» GIVEN RECORDS:
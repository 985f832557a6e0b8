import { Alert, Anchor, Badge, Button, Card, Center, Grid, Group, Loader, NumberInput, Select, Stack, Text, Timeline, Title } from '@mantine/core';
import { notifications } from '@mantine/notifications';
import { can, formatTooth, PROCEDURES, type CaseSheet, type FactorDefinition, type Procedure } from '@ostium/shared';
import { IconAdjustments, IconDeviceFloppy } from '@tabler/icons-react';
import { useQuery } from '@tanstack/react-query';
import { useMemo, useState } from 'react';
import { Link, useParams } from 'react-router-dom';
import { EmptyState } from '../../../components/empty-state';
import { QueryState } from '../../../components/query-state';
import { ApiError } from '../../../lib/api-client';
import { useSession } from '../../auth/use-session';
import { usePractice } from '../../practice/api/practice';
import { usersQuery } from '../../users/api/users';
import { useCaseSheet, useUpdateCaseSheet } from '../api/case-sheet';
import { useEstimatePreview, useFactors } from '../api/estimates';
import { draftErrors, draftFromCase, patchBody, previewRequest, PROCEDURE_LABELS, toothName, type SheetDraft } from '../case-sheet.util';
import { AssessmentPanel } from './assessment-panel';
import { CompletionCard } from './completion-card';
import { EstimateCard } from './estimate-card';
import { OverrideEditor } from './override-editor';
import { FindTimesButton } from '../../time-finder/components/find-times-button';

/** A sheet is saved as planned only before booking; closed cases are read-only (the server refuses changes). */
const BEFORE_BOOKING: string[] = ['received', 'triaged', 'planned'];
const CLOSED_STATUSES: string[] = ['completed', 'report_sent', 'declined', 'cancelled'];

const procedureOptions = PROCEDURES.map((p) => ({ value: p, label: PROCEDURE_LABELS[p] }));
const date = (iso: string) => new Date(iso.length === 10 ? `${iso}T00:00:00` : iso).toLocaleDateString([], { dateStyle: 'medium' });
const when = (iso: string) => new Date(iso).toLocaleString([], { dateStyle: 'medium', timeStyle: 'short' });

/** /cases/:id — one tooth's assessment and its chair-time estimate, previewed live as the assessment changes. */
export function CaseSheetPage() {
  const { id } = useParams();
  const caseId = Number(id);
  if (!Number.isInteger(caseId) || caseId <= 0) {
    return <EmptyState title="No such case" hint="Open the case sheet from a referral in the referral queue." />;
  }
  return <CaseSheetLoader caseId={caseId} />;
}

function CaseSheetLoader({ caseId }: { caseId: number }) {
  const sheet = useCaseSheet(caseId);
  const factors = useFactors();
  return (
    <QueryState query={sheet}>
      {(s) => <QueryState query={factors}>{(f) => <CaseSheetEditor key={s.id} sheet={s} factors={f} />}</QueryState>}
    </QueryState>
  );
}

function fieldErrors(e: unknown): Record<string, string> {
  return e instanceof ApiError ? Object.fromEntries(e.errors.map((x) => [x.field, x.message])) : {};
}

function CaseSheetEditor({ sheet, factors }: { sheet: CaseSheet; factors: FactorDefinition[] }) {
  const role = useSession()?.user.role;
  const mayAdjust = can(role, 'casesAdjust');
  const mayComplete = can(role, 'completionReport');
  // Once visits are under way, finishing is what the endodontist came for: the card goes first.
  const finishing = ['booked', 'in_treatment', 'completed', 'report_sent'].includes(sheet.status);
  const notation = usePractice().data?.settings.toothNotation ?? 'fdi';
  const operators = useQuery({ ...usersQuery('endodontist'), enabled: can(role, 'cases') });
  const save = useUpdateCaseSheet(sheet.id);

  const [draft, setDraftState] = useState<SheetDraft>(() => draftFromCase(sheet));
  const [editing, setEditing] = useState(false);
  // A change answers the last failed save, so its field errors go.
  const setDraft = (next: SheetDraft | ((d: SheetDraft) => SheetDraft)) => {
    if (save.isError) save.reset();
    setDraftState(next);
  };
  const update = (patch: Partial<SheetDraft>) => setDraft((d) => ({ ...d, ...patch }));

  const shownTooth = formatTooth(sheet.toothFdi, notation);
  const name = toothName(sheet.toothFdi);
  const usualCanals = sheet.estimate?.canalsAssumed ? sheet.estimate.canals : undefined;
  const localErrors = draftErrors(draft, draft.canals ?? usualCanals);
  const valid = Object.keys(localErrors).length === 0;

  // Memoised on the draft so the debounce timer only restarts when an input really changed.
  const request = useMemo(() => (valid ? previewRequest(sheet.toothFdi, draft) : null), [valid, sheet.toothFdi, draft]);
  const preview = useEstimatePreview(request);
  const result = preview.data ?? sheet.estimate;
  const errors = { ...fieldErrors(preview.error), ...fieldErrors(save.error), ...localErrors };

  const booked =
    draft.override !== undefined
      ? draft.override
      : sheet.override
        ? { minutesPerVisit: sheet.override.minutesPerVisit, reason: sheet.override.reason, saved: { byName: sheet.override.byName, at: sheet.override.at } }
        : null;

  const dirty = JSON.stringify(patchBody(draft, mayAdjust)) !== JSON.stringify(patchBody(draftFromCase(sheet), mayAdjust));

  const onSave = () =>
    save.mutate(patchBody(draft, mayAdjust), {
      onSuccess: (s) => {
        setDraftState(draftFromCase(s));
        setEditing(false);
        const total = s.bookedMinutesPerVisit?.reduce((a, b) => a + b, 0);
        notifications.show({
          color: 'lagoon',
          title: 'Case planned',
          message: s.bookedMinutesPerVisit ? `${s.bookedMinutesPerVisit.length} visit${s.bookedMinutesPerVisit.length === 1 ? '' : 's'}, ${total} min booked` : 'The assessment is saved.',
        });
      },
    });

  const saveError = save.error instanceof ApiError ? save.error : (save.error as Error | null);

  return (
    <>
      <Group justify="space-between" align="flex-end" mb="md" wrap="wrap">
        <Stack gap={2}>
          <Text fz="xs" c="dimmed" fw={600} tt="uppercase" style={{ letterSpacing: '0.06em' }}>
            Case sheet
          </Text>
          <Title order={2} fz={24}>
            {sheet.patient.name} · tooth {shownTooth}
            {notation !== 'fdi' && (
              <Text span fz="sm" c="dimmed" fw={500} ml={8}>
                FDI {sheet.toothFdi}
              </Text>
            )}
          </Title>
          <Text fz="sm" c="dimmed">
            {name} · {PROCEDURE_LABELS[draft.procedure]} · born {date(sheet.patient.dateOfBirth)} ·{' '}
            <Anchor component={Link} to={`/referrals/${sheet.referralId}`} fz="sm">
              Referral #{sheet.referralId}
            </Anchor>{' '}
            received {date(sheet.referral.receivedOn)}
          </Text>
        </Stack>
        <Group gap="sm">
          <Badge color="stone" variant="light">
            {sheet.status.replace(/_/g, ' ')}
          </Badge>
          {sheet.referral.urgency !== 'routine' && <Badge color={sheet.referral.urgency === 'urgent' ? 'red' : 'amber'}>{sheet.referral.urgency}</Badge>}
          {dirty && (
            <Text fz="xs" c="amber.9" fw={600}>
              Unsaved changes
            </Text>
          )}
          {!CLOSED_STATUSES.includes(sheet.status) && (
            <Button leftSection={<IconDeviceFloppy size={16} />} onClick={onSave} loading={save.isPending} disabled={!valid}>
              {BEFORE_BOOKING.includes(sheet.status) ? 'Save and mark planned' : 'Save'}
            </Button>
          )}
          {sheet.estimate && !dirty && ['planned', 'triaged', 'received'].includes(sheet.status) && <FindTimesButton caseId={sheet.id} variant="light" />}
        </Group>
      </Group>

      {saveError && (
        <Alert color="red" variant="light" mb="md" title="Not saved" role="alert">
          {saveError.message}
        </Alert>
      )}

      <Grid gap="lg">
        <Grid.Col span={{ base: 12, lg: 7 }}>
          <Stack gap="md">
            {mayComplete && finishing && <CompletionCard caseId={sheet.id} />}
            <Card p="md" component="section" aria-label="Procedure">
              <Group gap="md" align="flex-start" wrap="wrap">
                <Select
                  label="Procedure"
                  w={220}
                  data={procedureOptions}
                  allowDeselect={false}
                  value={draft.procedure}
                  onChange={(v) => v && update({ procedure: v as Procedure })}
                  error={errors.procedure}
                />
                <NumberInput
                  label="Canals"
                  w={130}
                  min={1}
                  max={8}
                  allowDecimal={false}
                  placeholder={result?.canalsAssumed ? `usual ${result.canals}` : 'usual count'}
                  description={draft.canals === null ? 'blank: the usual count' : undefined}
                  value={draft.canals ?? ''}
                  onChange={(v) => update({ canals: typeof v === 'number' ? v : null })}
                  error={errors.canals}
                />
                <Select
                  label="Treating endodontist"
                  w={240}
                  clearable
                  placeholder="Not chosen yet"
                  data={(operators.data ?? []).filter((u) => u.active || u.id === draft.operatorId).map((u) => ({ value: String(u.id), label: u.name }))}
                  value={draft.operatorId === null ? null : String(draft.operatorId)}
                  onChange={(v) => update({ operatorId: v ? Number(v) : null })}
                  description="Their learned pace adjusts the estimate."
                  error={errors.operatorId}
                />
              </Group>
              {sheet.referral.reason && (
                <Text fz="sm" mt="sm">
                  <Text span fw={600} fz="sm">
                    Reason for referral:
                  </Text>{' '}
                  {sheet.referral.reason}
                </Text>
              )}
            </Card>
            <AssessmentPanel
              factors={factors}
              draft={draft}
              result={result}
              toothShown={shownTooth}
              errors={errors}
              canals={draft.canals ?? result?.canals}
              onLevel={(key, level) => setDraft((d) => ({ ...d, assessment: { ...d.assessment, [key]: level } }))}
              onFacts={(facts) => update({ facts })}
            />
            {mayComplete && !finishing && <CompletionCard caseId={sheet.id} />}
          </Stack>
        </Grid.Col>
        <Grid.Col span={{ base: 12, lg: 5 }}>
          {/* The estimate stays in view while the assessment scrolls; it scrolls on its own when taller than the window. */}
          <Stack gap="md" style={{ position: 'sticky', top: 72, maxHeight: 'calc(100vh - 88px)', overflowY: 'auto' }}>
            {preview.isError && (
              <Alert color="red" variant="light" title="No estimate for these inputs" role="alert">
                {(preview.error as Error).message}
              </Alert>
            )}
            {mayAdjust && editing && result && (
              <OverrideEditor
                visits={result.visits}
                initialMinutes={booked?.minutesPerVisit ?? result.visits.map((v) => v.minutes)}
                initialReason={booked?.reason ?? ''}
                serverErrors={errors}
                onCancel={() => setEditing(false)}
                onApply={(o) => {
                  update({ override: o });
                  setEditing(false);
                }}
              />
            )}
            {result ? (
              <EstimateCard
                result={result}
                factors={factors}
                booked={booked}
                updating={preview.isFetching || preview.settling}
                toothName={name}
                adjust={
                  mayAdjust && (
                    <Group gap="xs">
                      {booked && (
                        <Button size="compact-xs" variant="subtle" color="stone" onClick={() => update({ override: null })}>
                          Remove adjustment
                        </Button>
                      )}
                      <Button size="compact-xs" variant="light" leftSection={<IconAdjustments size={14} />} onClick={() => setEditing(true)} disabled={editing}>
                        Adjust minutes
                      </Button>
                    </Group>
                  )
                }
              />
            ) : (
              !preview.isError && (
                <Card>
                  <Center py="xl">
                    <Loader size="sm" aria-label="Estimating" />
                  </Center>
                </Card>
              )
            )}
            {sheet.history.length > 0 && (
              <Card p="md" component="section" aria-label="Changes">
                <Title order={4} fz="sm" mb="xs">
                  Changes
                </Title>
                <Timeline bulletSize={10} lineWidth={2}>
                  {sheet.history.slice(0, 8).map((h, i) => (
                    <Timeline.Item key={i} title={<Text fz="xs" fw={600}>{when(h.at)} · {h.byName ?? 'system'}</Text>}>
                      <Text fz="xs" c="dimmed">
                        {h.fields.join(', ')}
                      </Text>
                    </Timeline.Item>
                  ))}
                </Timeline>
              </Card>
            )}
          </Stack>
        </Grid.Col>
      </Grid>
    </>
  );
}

» DESCRIPTION OF THE TASK: Examine the listing line by line and give the number of lines where "operators" occurs, with nothing added.

» OUTPUT: 2